[Stored data entries]
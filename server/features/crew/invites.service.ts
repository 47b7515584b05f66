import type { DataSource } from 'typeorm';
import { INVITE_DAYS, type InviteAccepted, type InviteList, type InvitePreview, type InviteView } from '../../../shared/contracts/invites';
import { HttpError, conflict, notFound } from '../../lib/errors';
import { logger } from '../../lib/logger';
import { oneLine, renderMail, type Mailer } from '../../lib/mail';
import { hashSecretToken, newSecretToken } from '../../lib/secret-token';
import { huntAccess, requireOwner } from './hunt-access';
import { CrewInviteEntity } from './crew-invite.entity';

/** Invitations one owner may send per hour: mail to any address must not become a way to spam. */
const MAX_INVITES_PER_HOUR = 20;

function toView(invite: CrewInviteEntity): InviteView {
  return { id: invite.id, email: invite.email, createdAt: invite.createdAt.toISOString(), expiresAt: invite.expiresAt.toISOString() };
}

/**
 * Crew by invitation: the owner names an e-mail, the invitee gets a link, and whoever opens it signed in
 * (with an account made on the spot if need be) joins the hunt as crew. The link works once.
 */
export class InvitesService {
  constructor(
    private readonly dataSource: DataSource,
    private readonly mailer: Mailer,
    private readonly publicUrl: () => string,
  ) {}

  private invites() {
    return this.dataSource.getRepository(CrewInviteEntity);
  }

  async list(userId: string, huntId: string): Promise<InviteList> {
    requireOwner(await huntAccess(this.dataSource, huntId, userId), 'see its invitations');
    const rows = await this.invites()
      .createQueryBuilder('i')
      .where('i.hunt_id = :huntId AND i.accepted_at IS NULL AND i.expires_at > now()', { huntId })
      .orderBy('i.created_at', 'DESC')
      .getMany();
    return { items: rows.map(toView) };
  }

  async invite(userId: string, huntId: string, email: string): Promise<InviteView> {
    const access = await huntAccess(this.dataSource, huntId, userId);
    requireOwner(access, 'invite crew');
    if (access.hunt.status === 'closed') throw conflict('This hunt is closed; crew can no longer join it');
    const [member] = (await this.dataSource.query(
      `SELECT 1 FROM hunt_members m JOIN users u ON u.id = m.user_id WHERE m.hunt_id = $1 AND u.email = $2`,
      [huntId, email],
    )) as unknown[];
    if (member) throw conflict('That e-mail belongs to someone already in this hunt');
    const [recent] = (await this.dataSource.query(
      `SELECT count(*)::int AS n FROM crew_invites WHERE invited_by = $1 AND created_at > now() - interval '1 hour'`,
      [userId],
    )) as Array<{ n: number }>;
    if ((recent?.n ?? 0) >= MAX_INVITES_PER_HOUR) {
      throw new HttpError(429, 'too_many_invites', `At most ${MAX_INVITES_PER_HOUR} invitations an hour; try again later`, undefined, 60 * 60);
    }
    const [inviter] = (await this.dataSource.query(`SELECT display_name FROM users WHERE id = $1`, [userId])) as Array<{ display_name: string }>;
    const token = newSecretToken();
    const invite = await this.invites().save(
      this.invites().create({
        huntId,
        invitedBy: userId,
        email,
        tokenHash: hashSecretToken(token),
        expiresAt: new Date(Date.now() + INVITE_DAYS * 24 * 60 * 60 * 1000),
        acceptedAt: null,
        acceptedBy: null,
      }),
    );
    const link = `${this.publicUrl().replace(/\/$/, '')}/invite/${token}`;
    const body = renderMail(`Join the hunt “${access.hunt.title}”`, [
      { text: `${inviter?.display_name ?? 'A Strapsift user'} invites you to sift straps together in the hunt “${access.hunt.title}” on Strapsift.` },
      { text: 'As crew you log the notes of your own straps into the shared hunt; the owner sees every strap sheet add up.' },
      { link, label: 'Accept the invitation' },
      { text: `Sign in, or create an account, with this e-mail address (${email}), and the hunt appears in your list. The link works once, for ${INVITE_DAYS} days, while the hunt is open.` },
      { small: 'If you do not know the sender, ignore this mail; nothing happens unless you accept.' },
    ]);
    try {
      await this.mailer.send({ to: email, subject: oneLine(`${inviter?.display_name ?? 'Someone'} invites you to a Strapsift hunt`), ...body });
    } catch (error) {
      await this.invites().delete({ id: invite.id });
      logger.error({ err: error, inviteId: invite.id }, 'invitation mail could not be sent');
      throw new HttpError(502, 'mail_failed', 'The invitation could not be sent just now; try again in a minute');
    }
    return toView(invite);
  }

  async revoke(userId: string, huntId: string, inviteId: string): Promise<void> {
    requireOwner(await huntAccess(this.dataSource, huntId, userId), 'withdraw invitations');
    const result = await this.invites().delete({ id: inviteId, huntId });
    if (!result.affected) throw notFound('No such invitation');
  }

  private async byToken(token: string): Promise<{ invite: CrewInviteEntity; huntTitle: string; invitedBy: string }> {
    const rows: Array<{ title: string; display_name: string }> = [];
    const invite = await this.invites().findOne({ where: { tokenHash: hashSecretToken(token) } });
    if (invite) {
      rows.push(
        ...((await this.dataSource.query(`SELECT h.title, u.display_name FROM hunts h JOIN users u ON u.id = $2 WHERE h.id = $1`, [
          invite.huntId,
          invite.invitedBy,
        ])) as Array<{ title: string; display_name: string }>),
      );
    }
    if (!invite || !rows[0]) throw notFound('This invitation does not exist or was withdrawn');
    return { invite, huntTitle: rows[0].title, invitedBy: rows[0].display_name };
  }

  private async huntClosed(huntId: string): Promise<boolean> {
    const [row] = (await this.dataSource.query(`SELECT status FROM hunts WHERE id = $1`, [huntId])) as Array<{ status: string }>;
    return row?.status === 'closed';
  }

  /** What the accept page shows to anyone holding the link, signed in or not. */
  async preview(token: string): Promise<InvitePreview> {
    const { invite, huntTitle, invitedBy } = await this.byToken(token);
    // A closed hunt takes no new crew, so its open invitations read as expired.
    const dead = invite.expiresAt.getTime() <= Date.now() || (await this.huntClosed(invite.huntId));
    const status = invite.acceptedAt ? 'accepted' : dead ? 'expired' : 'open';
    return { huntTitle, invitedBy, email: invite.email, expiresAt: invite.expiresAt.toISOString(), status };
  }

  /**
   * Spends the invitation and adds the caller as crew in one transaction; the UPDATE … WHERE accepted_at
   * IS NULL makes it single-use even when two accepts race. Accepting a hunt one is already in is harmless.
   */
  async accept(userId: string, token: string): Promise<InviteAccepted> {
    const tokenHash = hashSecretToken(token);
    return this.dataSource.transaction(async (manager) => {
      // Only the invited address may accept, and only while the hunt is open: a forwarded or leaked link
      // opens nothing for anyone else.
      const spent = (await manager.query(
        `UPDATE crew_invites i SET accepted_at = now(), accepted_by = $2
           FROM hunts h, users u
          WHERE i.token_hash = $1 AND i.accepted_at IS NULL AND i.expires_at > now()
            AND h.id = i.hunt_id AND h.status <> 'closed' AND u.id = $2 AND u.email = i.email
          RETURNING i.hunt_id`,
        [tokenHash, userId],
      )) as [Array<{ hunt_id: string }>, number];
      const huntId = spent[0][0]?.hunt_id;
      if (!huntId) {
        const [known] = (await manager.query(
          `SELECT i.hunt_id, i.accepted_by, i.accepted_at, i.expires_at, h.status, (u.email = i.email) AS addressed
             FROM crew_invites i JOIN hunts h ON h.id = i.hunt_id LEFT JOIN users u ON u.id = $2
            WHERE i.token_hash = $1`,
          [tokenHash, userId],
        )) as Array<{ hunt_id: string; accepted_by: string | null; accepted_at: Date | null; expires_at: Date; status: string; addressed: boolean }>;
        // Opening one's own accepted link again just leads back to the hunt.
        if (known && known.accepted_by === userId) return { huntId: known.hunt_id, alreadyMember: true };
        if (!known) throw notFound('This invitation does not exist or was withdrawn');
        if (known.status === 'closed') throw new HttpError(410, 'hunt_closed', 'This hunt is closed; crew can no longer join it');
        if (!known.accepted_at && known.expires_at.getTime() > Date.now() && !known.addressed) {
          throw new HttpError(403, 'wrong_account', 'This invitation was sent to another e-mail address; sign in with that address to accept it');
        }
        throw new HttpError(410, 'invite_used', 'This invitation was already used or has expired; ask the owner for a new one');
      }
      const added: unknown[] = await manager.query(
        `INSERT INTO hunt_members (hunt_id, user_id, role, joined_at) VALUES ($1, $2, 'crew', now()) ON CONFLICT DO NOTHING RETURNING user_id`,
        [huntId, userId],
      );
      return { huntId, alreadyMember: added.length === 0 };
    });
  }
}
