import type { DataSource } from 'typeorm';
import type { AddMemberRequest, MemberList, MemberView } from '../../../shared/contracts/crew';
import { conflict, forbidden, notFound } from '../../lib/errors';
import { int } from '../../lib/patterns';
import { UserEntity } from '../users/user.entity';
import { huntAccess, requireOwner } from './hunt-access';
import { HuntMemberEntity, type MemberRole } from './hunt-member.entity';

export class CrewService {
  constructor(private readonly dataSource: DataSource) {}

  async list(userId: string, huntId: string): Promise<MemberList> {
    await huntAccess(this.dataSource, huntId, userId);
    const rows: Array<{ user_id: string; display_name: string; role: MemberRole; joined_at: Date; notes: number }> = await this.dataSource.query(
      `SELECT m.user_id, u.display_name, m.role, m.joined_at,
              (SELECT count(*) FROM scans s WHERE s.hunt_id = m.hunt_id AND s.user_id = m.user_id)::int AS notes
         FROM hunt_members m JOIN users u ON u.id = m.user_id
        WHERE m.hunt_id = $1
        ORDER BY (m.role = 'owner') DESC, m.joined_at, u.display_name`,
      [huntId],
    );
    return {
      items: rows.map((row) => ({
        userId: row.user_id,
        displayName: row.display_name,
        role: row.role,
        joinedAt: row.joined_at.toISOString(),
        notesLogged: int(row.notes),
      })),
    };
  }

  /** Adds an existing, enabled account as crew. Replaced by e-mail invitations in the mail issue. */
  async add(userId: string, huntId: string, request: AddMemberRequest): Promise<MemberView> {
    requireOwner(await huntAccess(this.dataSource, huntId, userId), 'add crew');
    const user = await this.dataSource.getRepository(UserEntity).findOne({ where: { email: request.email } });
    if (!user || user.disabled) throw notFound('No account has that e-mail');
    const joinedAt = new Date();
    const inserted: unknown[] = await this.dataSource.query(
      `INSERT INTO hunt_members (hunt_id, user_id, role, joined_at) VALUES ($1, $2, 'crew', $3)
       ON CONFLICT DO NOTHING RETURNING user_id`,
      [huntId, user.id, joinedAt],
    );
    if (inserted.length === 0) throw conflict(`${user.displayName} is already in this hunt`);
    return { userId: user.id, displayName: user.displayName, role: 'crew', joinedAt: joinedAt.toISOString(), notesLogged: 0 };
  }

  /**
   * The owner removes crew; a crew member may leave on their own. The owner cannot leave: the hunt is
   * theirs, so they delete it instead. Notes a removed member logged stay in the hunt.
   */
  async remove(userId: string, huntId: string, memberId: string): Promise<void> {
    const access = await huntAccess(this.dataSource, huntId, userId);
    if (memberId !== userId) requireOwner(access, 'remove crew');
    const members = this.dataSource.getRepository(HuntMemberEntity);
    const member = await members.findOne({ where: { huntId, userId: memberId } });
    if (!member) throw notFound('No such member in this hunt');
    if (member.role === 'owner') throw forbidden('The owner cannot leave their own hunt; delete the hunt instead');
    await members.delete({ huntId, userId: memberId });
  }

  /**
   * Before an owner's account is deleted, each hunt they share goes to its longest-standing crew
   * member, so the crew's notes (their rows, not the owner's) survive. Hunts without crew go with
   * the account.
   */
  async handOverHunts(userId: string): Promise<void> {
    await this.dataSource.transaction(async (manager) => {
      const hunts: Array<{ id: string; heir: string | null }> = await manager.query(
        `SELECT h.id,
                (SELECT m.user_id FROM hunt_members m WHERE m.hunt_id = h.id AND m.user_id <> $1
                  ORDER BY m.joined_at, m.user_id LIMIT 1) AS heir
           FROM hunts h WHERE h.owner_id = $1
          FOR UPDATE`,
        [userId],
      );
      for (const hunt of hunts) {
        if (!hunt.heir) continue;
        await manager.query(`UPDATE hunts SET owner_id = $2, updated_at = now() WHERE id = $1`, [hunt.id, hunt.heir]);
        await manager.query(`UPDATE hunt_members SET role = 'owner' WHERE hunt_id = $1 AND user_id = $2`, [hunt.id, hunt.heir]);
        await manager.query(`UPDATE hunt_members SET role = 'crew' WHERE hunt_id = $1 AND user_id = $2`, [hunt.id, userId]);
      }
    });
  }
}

--

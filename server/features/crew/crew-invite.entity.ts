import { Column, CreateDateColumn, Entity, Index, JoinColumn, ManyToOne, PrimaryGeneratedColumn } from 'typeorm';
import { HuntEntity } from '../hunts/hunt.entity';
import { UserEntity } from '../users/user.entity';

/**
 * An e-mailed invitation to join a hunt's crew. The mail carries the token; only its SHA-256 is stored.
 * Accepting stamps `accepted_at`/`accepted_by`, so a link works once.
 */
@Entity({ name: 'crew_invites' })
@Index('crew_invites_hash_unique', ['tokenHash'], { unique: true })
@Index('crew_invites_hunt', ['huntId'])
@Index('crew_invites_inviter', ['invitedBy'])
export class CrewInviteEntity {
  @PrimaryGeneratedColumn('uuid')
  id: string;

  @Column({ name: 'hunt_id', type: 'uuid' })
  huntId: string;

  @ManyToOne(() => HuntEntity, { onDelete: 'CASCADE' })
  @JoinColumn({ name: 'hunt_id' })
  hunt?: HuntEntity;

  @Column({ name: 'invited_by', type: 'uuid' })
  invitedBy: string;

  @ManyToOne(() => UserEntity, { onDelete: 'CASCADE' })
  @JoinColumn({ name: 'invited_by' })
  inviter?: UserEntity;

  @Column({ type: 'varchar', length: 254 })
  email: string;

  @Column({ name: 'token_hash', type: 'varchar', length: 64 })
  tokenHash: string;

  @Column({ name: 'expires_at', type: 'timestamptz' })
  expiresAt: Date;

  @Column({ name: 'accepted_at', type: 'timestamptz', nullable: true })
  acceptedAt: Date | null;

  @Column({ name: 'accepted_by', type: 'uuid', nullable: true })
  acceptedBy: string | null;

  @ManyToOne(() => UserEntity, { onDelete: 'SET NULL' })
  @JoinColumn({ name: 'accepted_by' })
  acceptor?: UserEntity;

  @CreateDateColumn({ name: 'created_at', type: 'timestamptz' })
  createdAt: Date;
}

---

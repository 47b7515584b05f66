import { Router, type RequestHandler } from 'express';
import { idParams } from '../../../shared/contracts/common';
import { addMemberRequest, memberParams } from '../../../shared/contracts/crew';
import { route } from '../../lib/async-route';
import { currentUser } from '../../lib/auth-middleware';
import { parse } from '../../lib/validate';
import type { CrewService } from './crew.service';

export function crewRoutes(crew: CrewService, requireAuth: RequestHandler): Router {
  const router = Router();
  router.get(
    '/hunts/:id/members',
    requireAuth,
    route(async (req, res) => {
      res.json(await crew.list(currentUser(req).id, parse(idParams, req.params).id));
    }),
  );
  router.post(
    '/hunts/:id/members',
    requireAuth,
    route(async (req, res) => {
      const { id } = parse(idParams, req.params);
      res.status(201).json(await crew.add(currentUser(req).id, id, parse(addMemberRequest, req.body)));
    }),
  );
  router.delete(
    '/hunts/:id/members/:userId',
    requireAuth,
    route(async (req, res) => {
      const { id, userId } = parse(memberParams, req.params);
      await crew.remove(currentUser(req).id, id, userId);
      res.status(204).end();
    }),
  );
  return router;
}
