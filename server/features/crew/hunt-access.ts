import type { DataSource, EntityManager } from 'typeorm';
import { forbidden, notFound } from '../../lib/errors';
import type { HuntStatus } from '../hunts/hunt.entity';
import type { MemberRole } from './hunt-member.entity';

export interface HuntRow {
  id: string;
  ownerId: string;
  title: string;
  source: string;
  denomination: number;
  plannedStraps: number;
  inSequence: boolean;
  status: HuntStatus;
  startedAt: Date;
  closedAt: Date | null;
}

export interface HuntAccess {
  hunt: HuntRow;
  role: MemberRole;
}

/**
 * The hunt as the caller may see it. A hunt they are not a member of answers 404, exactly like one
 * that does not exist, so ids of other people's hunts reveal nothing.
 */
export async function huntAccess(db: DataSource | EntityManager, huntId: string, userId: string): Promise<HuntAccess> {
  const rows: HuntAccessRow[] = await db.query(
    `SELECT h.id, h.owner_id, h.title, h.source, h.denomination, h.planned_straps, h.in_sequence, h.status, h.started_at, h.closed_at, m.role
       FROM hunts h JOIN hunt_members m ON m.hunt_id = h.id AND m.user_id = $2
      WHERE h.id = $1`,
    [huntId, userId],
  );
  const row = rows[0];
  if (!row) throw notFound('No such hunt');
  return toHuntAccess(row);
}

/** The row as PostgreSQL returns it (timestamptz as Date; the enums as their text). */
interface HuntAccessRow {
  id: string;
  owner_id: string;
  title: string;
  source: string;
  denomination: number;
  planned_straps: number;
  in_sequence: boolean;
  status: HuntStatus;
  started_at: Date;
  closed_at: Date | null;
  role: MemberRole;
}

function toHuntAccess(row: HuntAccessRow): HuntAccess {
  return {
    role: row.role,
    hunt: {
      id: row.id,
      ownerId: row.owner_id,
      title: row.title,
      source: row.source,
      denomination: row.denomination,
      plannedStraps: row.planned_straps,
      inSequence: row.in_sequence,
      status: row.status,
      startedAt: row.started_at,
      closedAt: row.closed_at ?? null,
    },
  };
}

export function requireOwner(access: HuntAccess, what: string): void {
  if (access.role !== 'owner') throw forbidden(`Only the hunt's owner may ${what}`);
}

| WHAT THE EXERCISE ASKS |
Nothing but the lines above from the one containing "in, or create" through the one containing "const result = await" should appear in the answer, each repeated exactly.

| RESPONSE |
      { text: `Sign in, or create an account, with this e-mail address (${email}), and the hunt appears in your list. The link works once, for ${INVITE_DAYS} days, while the hunt is open.` },
      { small: 'If you do not know the sender, ignore this mail; nothing happens unless you accept.' },
    ]);
    try {
      await this.mailer.send({ to: email, subject: oneLine(`${inviter?.display_name ?? 'Someone'} invites you to a Strapsift hunt`), ...body });
    } catch (error) {
      await this.invites().delete({ id: invite.id });
      logger.error({ err: error, inviteId: invite.id }, 'invitation mail could not be sent');
      throw new HttpError(502, 'mail_failed', 'The invitation could not be sent just now; try again in a minute');
    }
    return toView(invite);
  }

  async revoke(userId: string, huntId: string, inviteId: string): Promise<void> {
    requireOwner(await huntAccess(this.dataSource, huntId, userId), 'withdraw invitations');
    const result = await this.invites().delete({ id: inviteId, huntId });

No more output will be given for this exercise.